Dataset items

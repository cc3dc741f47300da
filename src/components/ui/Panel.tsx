import { useId, type ReactNode } from 'react';
import { classes } from './classes.ts';

interface PanelProps {
  readonly title?: ReactNode;
  /** What the title needs beside it: a count, a date, a button. */
  readonly aside?: ReactNode;
  readonly level?: 2 | 3;
  /** A table that fills the panel to its lines. */
  readonly flush?: boolean;
  readonly id?: string;
  readonly className?: string;
  /** Names the region where there is no title. */
  readonly label?: string;
  readonly children: ReactNode;
}

/** A sheet inside a neatline. */
export function Panel({ title, aside, level = 2, flush, id, className, label, children }: PanelProps) {
  const titleId = useId();
  const Heading = level === 2 ? 'h2' : 'h3';
  return (
    <section
      id={id}
      className={classes('panel', flush && 'panel-flush', className)}
      aria-labelledby={title ? titleId : undefined}
      aria-label={title ? undefined : label}
    >
      {(title || aside) && (
        <div className="panel-head">
          {title && (
            <Heading id={titleId} className="type-panel">
              {title}
            </Heading>
          )}
          {aside}
        </div>
      )}
      {children}
    </section>
  );
}
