import type { ProblemBody } from '../../contracts/problem.ts';
import { HUMAN_DECISION_REQUIRED } from '../../core/cautions.ts';
import { Button } from './Button.tsx';
import { DialogActions } from './Dialog.tsx';
import { ErrorState } from './ErrorState.tsx';
import { TextArea } from './Field.tsx';
import { Caution } from './States.tsx';

interface DecisionFormProps {
  readonly reason: string;
  readonly fault: string | null;
  readonly onReason: (reason: string) => void;
  readonly problem: ProblemBody | null;
  readonly busy: boolean;
  /** "Approve", "Confirm" */
  readonly agreeLabel: string;
  readonly onAgree: () => void;
  readonly onDecline: () => void;
  readonly onClose: () => void;
}

/** The foot of a decision: its reason, the caution, and both ways to decide. */
export function DecisionForm(form: DecisionFormProps) {
  return (
    <>
      <TextArea
        label="Reason for the decision"
        rows={3}
        value={form.reason}
        error={form.fault}
        onChange={(event) => form.onReason(event.target.value)}
      />
      {form.problem && <ErrorState problem={form.problem} />}
      <Caution>{HUMAN_DECISION_REQUIRED}</Caution>
      <DialogActions>
        <Button onClick={form.onClose}>Leave it</Button>
        <Button busy={form.busy} onClick={form.onDecline}>
          Decline
        </Button>
        <Button look="primary" busy={form.busy} busyLabel="Sending…" onClick={form.onAgree}>
          {form.agreeLabel}
        </Button>
      </DialogActions>
    </>
  );
}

> _Task goal_:
Say only how many lines in the records carry the word "boolean".

> _Expected output_:
2